# [Excerpted records]
--

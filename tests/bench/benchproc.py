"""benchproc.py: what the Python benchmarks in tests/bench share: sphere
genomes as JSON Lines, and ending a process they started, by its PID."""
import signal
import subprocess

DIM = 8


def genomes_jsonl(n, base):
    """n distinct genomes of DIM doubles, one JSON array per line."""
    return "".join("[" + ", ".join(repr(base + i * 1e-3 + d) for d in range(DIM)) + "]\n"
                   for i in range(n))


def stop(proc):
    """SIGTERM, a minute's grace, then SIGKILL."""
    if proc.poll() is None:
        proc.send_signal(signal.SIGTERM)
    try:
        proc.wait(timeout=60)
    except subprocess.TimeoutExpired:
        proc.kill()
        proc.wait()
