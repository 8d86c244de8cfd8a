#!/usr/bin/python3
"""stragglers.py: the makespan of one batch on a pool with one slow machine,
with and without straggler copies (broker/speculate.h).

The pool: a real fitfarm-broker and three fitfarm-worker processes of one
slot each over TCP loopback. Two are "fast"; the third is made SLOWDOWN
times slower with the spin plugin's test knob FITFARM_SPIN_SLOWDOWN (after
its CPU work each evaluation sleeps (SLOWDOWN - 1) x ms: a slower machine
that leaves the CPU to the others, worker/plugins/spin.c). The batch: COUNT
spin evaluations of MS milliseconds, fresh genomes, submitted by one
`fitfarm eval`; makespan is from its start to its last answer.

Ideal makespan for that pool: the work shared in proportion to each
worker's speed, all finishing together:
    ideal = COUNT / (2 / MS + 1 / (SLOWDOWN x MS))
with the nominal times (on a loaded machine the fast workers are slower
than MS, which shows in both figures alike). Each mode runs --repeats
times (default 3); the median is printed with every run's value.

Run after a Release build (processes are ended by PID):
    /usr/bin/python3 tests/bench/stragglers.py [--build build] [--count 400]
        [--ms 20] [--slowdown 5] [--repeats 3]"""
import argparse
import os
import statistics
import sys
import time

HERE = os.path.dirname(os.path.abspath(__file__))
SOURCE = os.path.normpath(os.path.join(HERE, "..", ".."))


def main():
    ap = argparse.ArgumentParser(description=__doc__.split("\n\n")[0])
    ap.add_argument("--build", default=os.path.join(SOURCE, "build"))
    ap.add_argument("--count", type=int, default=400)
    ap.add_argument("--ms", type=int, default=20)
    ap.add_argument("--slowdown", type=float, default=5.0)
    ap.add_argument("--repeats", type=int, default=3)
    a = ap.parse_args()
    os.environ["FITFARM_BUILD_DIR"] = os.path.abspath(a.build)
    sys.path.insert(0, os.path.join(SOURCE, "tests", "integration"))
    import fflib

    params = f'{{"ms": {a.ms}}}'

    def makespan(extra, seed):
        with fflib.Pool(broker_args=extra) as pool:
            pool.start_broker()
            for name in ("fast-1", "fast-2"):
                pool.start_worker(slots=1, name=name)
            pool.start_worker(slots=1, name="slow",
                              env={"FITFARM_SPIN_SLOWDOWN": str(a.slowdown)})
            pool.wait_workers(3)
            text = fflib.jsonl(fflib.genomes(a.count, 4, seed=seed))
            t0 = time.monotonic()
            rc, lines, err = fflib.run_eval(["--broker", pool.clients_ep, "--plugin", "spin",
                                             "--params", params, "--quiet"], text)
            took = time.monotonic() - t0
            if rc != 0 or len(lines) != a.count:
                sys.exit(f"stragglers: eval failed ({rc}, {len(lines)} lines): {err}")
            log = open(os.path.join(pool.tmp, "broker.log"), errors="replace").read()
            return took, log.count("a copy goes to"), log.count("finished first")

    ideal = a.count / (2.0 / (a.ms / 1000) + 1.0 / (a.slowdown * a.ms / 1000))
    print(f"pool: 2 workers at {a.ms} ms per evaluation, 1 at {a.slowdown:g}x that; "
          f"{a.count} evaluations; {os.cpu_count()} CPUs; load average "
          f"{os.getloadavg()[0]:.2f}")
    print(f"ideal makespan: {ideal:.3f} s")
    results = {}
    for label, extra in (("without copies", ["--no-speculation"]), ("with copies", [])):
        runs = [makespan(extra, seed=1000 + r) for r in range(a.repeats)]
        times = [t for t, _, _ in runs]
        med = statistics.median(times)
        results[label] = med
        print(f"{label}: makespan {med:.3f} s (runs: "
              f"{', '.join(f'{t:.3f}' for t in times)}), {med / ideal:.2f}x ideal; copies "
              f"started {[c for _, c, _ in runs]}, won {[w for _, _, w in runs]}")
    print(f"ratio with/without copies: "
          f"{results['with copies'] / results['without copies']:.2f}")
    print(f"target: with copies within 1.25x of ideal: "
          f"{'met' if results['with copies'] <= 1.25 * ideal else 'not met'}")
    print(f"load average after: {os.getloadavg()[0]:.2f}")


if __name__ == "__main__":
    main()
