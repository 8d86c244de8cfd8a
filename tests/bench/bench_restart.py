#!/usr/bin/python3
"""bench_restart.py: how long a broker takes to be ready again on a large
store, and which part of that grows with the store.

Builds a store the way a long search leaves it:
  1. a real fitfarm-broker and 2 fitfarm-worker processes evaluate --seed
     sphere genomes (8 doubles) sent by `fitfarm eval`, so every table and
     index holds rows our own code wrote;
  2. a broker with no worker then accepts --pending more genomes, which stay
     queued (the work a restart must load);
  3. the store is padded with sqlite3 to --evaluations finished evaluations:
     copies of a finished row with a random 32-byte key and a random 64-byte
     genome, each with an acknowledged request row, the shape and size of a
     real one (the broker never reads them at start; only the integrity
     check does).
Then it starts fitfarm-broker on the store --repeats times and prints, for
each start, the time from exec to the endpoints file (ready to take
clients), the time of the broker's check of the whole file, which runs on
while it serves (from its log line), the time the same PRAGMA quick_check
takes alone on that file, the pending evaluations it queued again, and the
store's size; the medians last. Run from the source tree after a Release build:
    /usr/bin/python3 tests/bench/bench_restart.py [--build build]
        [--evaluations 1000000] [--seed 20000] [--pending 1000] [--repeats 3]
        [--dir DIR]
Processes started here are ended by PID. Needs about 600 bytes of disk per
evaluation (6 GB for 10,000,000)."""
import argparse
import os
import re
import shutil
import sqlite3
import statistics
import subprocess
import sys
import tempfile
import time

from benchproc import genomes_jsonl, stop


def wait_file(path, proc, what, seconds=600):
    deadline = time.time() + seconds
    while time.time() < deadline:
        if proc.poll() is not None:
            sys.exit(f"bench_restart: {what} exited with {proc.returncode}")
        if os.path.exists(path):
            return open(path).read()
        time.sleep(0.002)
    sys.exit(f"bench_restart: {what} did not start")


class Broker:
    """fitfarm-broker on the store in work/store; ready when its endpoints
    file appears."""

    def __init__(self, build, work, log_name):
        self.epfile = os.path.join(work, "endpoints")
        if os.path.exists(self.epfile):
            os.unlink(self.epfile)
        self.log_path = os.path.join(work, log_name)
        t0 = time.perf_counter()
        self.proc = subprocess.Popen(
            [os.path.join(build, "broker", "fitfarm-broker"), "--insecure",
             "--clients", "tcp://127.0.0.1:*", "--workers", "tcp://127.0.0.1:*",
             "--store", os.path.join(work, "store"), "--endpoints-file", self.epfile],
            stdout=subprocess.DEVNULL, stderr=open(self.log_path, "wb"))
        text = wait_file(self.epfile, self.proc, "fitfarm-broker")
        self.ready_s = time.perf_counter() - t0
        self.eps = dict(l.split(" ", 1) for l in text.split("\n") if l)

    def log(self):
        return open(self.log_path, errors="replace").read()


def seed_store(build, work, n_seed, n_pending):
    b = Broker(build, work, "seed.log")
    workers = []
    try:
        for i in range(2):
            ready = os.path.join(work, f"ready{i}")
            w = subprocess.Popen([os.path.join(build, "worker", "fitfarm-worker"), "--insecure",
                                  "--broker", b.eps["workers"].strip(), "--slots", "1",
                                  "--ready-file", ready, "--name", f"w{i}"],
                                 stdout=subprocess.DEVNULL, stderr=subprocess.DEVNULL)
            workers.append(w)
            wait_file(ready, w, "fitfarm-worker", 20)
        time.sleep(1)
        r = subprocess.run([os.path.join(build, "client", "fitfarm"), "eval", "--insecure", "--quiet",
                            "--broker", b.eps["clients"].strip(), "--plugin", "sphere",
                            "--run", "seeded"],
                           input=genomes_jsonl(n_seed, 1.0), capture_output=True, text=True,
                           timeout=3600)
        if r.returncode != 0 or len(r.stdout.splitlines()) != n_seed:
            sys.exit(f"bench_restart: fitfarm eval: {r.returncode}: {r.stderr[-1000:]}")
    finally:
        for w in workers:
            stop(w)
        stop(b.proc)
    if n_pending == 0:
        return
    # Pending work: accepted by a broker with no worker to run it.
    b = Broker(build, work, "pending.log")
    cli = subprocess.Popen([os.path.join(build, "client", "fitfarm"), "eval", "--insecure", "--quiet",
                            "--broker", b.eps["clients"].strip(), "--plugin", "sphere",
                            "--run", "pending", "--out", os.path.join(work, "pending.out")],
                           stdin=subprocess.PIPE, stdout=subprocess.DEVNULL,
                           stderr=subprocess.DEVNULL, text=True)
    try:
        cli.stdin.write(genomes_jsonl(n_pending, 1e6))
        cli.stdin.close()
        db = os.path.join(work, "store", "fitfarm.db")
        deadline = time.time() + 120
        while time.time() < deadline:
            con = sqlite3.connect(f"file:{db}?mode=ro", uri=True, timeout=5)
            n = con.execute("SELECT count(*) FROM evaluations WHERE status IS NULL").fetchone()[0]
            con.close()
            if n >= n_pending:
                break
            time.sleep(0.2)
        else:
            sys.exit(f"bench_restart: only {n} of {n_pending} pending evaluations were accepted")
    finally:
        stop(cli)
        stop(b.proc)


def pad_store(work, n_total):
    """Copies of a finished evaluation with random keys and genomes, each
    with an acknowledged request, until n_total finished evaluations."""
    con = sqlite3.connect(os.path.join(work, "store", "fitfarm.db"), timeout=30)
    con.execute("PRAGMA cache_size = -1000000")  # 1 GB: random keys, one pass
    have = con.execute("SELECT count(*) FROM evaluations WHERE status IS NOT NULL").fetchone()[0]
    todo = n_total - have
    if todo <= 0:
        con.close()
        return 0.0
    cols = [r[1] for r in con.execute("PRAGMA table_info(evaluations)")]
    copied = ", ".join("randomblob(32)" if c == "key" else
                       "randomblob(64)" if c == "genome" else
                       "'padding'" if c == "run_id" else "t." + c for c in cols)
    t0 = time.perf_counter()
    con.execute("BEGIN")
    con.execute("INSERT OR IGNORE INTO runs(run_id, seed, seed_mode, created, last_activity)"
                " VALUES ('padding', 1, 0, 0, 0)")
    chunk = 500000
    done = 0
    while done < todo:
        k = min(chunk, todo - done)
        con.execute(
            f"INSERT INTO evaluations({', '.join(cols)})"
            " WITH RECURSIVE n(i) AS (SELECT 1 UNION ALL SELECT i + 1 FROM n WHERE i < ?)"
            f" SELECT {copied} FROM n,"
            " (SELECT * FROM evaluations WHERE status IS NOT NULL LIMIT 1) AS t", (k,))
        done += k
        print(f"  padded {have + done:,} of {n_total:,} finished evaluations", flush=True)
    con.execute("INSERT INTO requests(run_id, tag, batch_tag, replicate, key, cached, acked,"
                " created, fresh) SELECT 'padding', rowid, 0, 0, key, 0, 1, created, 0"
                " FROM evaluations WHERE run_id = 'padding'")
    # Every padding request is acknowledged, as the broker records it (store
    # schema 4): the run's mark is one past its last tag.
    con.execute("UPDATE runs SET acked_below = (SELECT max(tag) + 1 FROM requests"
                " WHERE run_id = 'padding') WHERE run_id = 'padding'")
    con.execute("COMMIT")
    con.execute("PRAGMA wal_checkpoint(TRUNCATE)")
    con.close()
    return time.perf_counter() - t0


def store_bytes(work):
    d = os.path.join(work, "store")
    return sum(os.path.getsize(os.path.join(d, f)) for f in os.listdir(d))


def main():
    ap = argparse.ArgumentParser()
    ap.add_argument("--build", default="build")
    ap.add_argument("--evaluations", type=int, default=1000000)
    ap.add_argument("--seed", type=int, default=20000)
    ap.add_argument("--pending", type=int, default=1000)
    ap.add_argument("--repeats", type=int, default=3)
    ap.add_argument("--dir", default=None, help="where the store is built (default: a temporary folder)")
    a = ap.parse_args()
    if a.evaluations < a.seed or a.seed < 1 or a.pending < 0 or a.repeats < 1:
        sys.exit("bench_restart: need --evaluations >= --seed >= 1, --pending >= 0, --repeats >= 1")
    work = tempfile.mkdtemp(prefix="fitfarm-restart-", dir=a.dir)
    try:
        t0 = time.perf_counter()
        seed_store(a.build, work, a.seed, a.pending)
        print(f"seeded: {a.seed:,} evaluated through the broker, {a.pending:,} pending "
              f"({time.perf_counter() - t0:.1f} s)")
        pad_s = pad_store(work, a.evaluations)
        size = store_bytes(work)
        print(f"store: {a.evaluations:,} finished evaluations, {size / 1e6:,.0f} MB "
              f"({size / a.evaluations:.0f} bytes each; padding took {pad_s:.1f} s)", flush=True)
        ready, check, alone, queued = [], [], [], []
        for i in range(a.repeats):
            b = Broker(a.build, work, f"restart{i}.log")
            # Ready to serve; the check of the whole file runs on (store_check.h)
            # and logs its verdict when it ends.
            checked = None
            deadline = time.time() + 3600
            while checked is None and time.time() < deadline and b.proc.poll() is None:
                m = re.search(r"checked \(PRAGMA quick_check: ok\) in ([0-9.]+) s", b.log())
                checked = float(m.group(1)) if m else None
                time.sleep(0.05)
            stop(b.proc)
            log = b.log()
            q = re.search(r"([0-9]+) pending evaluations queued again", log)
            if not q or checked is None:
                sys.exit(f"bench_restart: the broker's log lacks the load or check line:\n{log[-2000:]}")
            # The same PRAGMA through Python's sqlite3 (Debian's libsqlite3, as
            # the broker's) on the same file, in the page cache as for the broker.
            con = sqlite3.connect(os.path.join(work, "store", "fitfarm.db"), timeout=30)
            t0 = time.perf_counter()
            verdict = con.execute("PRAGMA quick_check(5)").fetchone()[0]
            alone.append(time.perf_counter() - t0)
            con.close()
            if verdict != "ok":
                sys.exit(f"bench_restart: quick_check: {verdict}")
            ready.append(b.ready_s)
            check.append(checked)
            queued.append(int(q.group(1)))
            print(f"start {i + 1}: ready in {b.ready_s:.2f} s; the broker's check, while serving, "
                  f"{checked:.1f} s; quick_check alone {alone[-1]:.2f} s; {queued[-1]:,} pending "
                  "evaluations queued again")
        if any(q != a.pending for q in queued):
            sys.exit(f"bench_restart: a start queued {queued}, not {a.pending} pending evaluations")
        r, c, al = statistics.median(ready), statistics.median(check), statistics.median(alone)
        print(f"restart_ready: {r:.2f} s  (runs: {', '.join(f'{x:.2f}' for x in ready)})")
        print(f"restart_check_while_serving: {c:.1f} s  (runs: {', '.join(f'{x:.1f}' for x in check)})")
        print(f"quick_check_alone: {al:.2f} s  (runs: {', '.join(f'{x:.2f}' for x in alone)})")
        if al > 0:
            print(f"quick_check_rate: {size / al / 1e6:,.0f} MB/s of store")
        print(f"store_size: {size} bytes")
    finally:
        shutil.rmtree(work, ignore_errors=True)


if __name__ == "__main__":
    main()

--

# [What to work on]
If a line of the listing above holds the string "label", copy it.

# [Output for this task]
    for label, extra in (("without copies", ["--no-speculation"]), ("with copies", [])):
        results[label] = med
        print(f"{label}: makespan {med:.3f} s (runs: "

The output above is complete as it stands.